TASK: Only a slice of the listing below is wanted. Retype the lines from the one containing "const CURVATURE = [3, 1, 0.3] as const;" through the one containing "const MOST_INHERITED = 5;", exactly, both ends included.

ENTRIES SUPPLIED:

--------------------------------

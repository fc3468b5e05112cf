import { createSmallQp, luFactor, luSolve, luSolveTransposed } from '../numerics/index.js';
import { type ForceModel, RES, X } from './types.js';

/**
 * The fastest balanced state at one wind speed and angle, by sequential quadratic programming.
 *
 * Unknowns x = (speed, leeway, heel, rudder, depower, arm, hoist); four balances c(x) = 0; heel, depower and how much of
 * a board is down are the free controls p, the other four, s, follow from the balances. Each step linearises c,
 *
 *   ds = -Js^-1 c - Js^-1 Jp dp,
 *
 * so that speed becomes a function of the controls with the gradient (-Js^-1 Jp)[speed], and the limits on arm, rudder
 * and foil loads become planes in the space of the controls. The step is the answer of that small quadratic programme
 * (dual active set, numerics/small-qp.ts) with a damped BFGS matrix, in a trust region, judged by the exact penalty
 * -speed + 2 |adjoint . c| + penalty * violation (Nocedal & Wright, Numerical Optimization, 2006, chapter 18). Where the
 * limits leave no room, one more variable lets all of them give way together at a price.
 */

export interface Attempt {
  readonly converged: boolean;
  /** False when the state balances but the search for a faster one ended without proof. */
  readonly optimal: boolean;
  /** True when surge falls with speed at the state: an equilibrium the boat can stay in. */
  readonly stable: boolean;
  readonly x: Float64Array;
  /** Largest scaled residual. */
  readonly residual: number;
  /** Largest violation of a limit. */
  readonly violation: number;
  readonly evaluations: number;
  readonly iterations: number;
  /** d speed / d twa along the optimum (envelope theorem), m/s per rad. */
  readonly speedSlope: number;
  /** Curvature of speed over the controls at the end, by rows: a good start for a neighbour. */
  readonly curvature: Float64Array;
}

export interface RunOptions {
  /** Lower than usual where a start is a guess among many. */
  readonly mostIterations?: number | undefined;
  /** Curvature of a neighbouring solution. */
  readonly curvature?: Float64Array | undefined;
  /**
   * Once steps are small, finish on the derivatives at hand: the speed is right to about one part in a million, the
   * slope to one in a thousand. For states that only fill a grid.
   */
  readonly quick?: boolean | undefined;
}

export interface Optimiser {
  readonly model: ForceModel;
  run(tws: number, twa: number, start: Float64Array, options?: RunOptions): Attempt;
}

const BASIC = [X.speed, X.leeway, X.rudder, X.arm] as const;
const CONTROLS = [X.heel, X.depower, X.hoist] as const;
/** First guess of the curvature of speed over each control, as a share of speed; longest step; and its small size. */
const CURVATURE = [3, 1, 0.3] as const;
const LONGEST = [0.25, 0.5, 0.4] as const;
const SMALL_STEP = 3e-3;
/** Most curvature a run may build up, and take over from a neighbour, over the first guess. */
const MOST_CURVATURE = 50;
const MOST_INHERITED = 5;
/** Ties are broken towards full power, upright and the board down by this share of speed: far below any shown digit. */
const TIE = 1e-6;
const RESIDUAL_TOLERANCE = 1e-10;
const MAX_ITERATIONS = 40;
/** Gain in speed, as a share, below which a corner of the model may end the search. */
const CORNER_GAIN = 2e-5;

--------------------------------

ANSWER TO THIS TASK:
const CURVATURE = [3, 1, 0.3] as const;
const LONGEST = [0.25, 0.5, 0.4] as const;
const SMALL_STEP = 3e-3;
/** Most curvature a run may build up, and take over from a neighbour, over the first guess. */
const MOST_CURVATURE = 50;
const MOST_INHERITED = 5;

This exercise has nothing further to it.